Kafelerin canlılığı, sunulan toplumsal aktiveler, dizayn ve dekorasyonu ve en kıymetlisi bir hayat usulü ve kimlik sunuyor oluşları bu kafeleri “kimlik inşasında” manalı kılıyor. Ray Oldenburg’un “üçüncü yerler” kuramının bu manasıyla Tahran kafelerinde karşılık bulduğu söylenebilir. Mesken, iş yeri yahut okul dışında bir kaçış ve sığınak yeri olarak Tahran kafeleri, İranlılar için yalnızca sosyalleşilen değil tıpkı vakitte bir kimlik ve hayat biçimi edinilen ve geliştirilen yerler.
Yazarların okuyucuları ile buluştuğu ve, saatlerce kitap okumalarının yapıldığı “özgürlükler kafesi”, yalnızca müdavimlerinin bildiği ismi konulmamış “eşcinseller kafesi”, mahpusa girip çıktığı için farkındalık yaratmak isteyen ve müşterilerine mahkum kıyafeti giydiren Notash’ın “Hücre 16 kafesi”, hayvanlara aşık Nilufer’in içerisinde onlarca kedi beslediği “kediler kafesi” yahut sanat severlerin sahip çıktığı “tiyatro kafeler”… Üçüncü yerler olarak tanımlayabileceğimiz tüm bu kafeler, insanların kültürel, düşünsel ve duygusal paylaşımları ile şekillenen sembolik alanlar aslında. Hepsi birer boşluğu ve bir eksikliği dolduruyor. İran’da uzun bir mühlet devam eden Mahsa Emini şovlarında, kimi göstericilerin kafelere sığındıklarını, oralar da örgütlendiklerini ve yeniden kafe sahiplerinin polislerden kaçan göstericilere sahip çıktıklarına tanıklık etmiştim.

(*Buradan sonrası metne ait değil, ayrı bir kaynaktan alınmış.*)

package fieldwright.field;

import fieldwright.charge.Source;
import fieldwright.field.tree.Workers;
import fieldwright.quantity.Amount;
import fieldwright.quantity.Place;
import fieldwright.quantity.Vector;
import java.util.ArrayList;
import java.util.Arrays;
import java.util.List;
import java.util.function.BiFunction;

/**
 * One question at many places, shared among threads; what comes out does not depend on how many. Sets of very many charges are worked
 * for all places together by a treecode. A stop request ends it.
 */
public final class ManyPlaces {
    /** Fewer places than this are worked one by one: a tree is not worth building. */
    private static final int FEW = 300;

    private final Source source;
    private final Accuracy accuracy;
    private final Workers workers;

    private ManyPlaces(Source source, Accuracy accuracy, Workers workers) {
        this.source = source;
        this.accuracy = accuracy;
        this.workers = workers;
    }

    public static ManyPlaces of(Source source, Accuracy accuracy, Workers workers) {
        return new ManyPlaces(source, accuracy, workers);
    }

    /** E in V/m. */
    public List<Vector> electricFields(List<Place> places) {
        return each(places, FieldSolver::electricField, crowds(places, null, false));
    }

    /** D in C/m². */
    public List<Vector> fluxDensities(List<Place> places) {
        return each(places, FieldSolver::fluxDensity, crowds(places, null, false));
    }

    /** V, zero at infinity or on the grounded conductor, or at {@code zero} when that is not null. */
    public List<Amount> potentials(List<Place> places, Place zero) {
        return each(places, zero == null ? FieldSolver::potential : (solver, place) -> solver.potential(place, zero), crowds(places, zero, true));
    }

    private <T> List<T> each(List<Place> places, BiFunction<FieldSolver, Place, T> question, List<Crowd> crowds) {
        Object[] answers = new Object[places.size()];
        workers.each(answers.length, () -> FieldSolver.of(source, accuracy, crowds.stream().map(Crowd::copy).toList()),
            (solver, i) -> answers[i] = question.apply(solver, places.get(i)));
        @SuppressWarnings("unchecked")
        List<T> all = (List<T>) Arrays.asList(answers);
        return all;
    }

    private List<Crowd> crowds(List<Place> places, Place zero, boolean potential) {
        List<Crowd> crowds = Compiled.of(source, accuracy.closedForms()).crowds;
        if (crowds.isEmpty() || places.size() < FEW) {
            return crowds;
        }
        List<Place> seen = new ArrayList<>();
        boolean both = false;
        List<Place> asked = new ArrayList<>(places);
        if (zero != null) {
            asked.add(zero);
        }
        for (Place place : asked) {
            Question q = Images.question(source.around(), place);
            for (View view : q.side() == null ? List.of(potential ? q.forPotential() : q.here()) : List.of(q.here(), q.behind())) {
                for (Probe probe : view.probes()) {
                    seen.add(new Place(probe.place()[0], probe.place()[1], probe.place()[2]));
                    both |= probe.b() != null;
                }
            }
        }
        boolean field = !potential;
        boolean alsoPotential = potential || both;
        return crowds.stream().map(c -> c.preparedFor(seen, field, alsoPotential, 0.5 * accuracy.relative(), workers)).toList();
    }
}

Bu tarafıyla Tahran kafeleri İranlılar için canlı ve dinamik, bir toplumsallaşma aracı olarak çok fonksiyonlu, yer yer politik ve bir kaçış yeri olarak güzel bir sığınak olabiliyor.

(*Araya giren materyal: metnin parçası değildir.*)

package fieldwright.field;

import fieldwright.geometry.Chart;
import fieldwright.geometry.Nodes;
import fieldwright.quantity.AuthorException;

Diğer yandan, İranlıların tiyatro kafeleri bu derece sahiplenmelerinin altında yatan nedenlerden biri, mekansal vaat ile bireylerin sahip oldukları hayat üslubu ortasında özel bir bağın gelişmiş olması denebilir.

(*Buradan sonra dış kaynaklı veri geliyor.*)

package fieldwright.field;

import java.util.ArrayList;
import java.util.List;

import fieldwright.charge.PointCharge;
import fieldwright.charge.Source;
import fieldwright.charge.Sources;
import fieldwright.charge.Surroundings;
import fieldwright.formula.Constants;
import fieldwright.geometry.Region;
import fieldwright.integral.Cubature;
import fieldwright.quantity.Amount;
import fieldwright.quantity.AuthorException;
import fieldwright.quantity.Place;
import fieldwright.quantity.Standing;
import fieldwright.quantity.Units;
import fieldwright.quantity.Vector;

/**
 * Flux of D through a surface (C) and voltage along a path (V).
 *
 * <p>Through a surface D of charged surfaces and volumes is summed over the surface, which is cut where it crosses them; that of lines and
 * points, unbounded on them, is summed over the charge instead: charge times the solid angle it sees the surface under. What is induced
 * in the surroundings is summed over the surface.
 * Errors: the sums' own and those of the field integrated along; AuthorException when the surface lies on charged surfaces or a conductor
 * and no side was named, or touches a line or point charge.
 */
public final class Flux {
    private static final double INNER = 0.1;
    private static final int EVALUATIONS_PER_PLACE = 50;
    private static final double NEAR = 0.2;

    private final Source source;
    private final Accuracy accuracy;
    private int places;
    /** Whether a field did not converge somewhere. */
    private boolean doubtful;

    private Flux(Source source, Accuracy accuracy) {
        Images.question(source.around(), new Place(0, 0, 0));
        this.source = source;
        this.accuracy = accuracy;
    }

    /** Errors: AuthorException when the surroundings were not stated. */
    public static Flux of(Source source, Accuracy accuracy) {
        return new Flux(source, accuracy);
    }

    /** Places at which the field, or a solid angle, was worked for the last answer. */
    public int places() {
        return places;
    }

    // ---- flux

    /**
     * Through a surface towards its normal, or out of a volume through its boundary. The normal of a surface points where its fixed coordinate
     * grows (x, y, z, rho, phi, r, theta); that of a parametric surface or polygon is right-handed about its parameters or corners as stated.
     *
     * @param side for a surface that lies on charge or a conductor, the side whose D is meant: "+z", "-r", …; null otherwise
     */
    public Amount through(Region surface, String side) {
        if (surface.dimension() < 2) {
            throw new AuthorException("fluxThrough: the region is a " + (surface.dimension() == 0 ? "point" : "line")
                + ". Give a surface, two coordinates with limits, or a volume for the flux out of its boundary.");
        }
        FieldSolver.of(source, accuracy).checkSurroundings();
        places = 0;
        doubtful = false;
        Tally sum = new Tally(accuracy, 1);
        List<Source> thin = new ArrayList<>();
        List<Source> spread = new ArrayList<>();
        for (Source part : Elements.of(source)) {
            (Elements.dimension(part) < 2 && !Elements.isEndless(part) ? thin : spread).add(part);
        }
        List<Domain> area = Domain.area(surface);
        if (!thin.isEmpty()) {
            seen(thin, surface, area, sum);
        }
        Surroundings around = source.around();
        if (!spread.isEmpty() || !isPlain(around)) {
            Source direct = spread.isEmpty() ? new PointCharge(new Place(0, 0, 0), Amount.si(0, 0, Units.CHARGE), around) : new Sources(spread);
            add(area, density(direct, thin, side), spread, around, sum);
        }
        return sum.amount("flux", Units.CHARGE, "C");
    }

    private static boolean isPlain(Surroundings around) {
        return around instanceof Surroundings.FreeSpace || around instanceof Surroundings.Medium;
    }

    /** Flux of points and lines in the medium around them, by solid angles. */
    private void seen(List<Source> thin, Region surface, List<Domain> area, Tally sum) {
        Aperture aperture = new Aperture(area);
        Sweep.Asked asked = (place, element, value) -> {
            double[] angle = aperture.seenFrom(place);
            value[0] = element[0] * angle[0] / (4 * Math.PI);
            return Math.abs(element[0]) * angle[1] / (4 * Math.PI);
        };
        for (Source part : thin) {
            if (Elements.dimension(part) == 0) {
                places += Sweep.overPoints(part, asked, 1, sum);
            } else {
                Sweep.Result r = Sweep.over(Domain.charge(part, false), asked, 1, Crossings.of(surface), true, goal());
                places += r.places();
                sum.add(1, r);
            }
        }
    }

    /** D of {@code direct} in all its surroundings, and of what {@code thin} induces there. */
    private Sweep.Asked density(Source direct, List<Source> thin, String side) {
        FieldSolver whole = FieldSolver.of(direct, inner());
        boolean induced = !thin.isEmpty() && !isPlain(source.around());
        Source thinSource = induced ? new Sources(thin) : null;
        FieldSolver reaction = induced ? FieldSolver.of(thinSource, inner()) : null;
        double here = source.around().permittivity();
        FieldSolver own = induced ? FieldSolver.of(thinSource.with(here == 1 ? Surroundings.FREE_SPACE : new Surroundings.Medium(here)), inner()) : null;
        return (place, element, value) -> {
            Place at = new Place(place[0], place[1], place[2]);
            value[0] = 0;
            double error = add(whole.fluxDensity(at), element, side, 1, value);
            if (induced) {
                double there = Images.question(source.around(), at).permittivityBehind();
                error += add(reaction.reactionField(at), element, side, there * Constants.EPS0, value);
                if (there != here) {
                    error += add(own.electricField(at), element, side, (there - here) * Constants.EPS0, value);
                }
            }
            return error;
        };
    }

    private double add(Vector v, double[] element, String side, double factor, double[] value) {
        Vector d = one(v, element, side);
        doubtful |= !d.standing().isConverged();
        if (d.standing().kind() == Standing.Kind.UNBOUNDED) {
            throw new Unbounded(d.standing());
        }
        value[0] += factor * (d.x().si() * element[0] + d.y().si() * element[1] + d.z().si() * element[2]);
        return Math.abs(factor) * (d.x().error() * Math.abs(element[0]) + d.y().error() * Math.abs(element[1]) + d.z().error() * Math.abs(element[2]));
    }

    private static Vector one(Vector v, double[] element, String side) {
        if (!v.isSided()) {
            return v;
        }
        double[] n = v.normal();
        boolean lies = Math.abs(Vectors.dot(n, element)) > (1 - 1e-9) * Vectors.norm(element);
        if (!lies) {
            return v.mean();
        }
        if (side == null) {
            throw new AuthorException(String.format(java.util.Locale.ROOT, "fluxThrough: the surface lies on a charged surface or a conductor at "
                + "(%.6g, %.6g, %.6g) m, where D has one value on each side. Name the side that is meant, for example fluxThrough(surface, \"+z\").",
                v.place().x(), v.place().y(), v.place().z()));
        }
        return v.onSide(side);
    }

    // ---- voltage

    /**
     * ∫E·dl along a line in the direction of its growing parameter: the potential where it begins less that where it ends. The line
     * may cross charged surfaces and volumes; through a line or point charge the voltage is unbounded or does not converge.
     */
    public Amount along(Region path) {
        if (path.dimension() != 1) {
            throw new AuthorException("voltageAlong: the region has " + path.dimension() + " coordinates with limits. Give a line, which has one, "
                + "for example rod(at(…), at(…)).");
        }
        places = 0;
        doubtful = false;
        FieldSolver solver = FieldSolver.of(source, inner());
        Sweep.Asked asked = (place, element, value) -> {
            Vector e = solver.electricField(new Place(place[0], place[1], place[2]));
            value[0] = 0;
            return add(e.isSided() ? e.mean() : e, element, null, 1, value);
        };
        Tally sum = new Tally(accuracy, 1);
        add(Domain.path(path), asked, Elements.of(source), source.around(), sum);
        return sum.amount("voltage", Units.POTENTIAL, "V");
    }

    // ---- common

    private void add(List<Domain> domains, Sweep.Asked asked, List<Source> bends, Surroundings around, Tally sum) {
        try {
            boolean near = Domain.isNear(domains, bends, isPlain(around) ? null : around, NEAR);
            Crossings crossings = near ? Crossings.of(bends, around) : Crossings.none();
            Sweep.Result r = Sweep.over(domains, asked, 1, crossings, near, goal());
            places += r.places();
            sum.add(1, r);
        } catch (Unbounded e) {
            sum.fail(e.standing());
        }
        if (doubtful) {
            sum.doubt();
        }
    }

    private Accuracy inner() {
        return new Accuracy(INNER * accuracy.relative(), 0, accuracy.maxEvaluations(), accuracy.closedForms());
    }

    private Cubature.Goal goal() {
        return new Cubature.Goal(0.25 * accuracy.relative(), 1e-3, accuracy.absoluteFloor(), Math.max(2000, accuracy.maxEvaluations() / EVALUATIONS_PER_PLACE));
    }
}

Mekansal bağlılık bireylerin birinci etapta gereksinimlerini karşılarken, kişinin kimliği ile yer ortasında oluşan bağ vakitle bir ömür şekli oluşturarak bunu bir sembole dönüştürmekte. Toplumsallaşmanın ötesinde bir kimlik inşası rolü de taşıyan bu kafelerin, tiyatro üzere bir çok kültür sanat aktifliğine konut sahipliği yapıyor oluşu, kentsel alanda meydana gelen farklılaşmaların ve oluşacak değişimlerin ipuçlarını veriyor. Bunun sonucu olarak tiyatro kafelerin sanatsal bir faaliyet kapsamında İranlılardan karşılık bulduğunu ve tiyatroyu ileriye taşıyan lokomotif olduklarını görüyoruz. Elbet bunda değişen İran sosyolojisi ve yeni jenerasyonun dayattığı hayat biçiminin hissesi büyük.
Sadece sanat merkezleri yahut kafelerde değil, artık sanatın her türlüsü kendisini Tahran sokaklarında da göstermeye başladı. Fırçasıyla gördüklerini resmeden bir ressam, bazen santur bazen de elektronik gitarı ile sokak müzisyenleri ve bazen de sokak tiyatroları. Tüm bunlar bizlere değişen İran’ın ipuçlarını veriyor.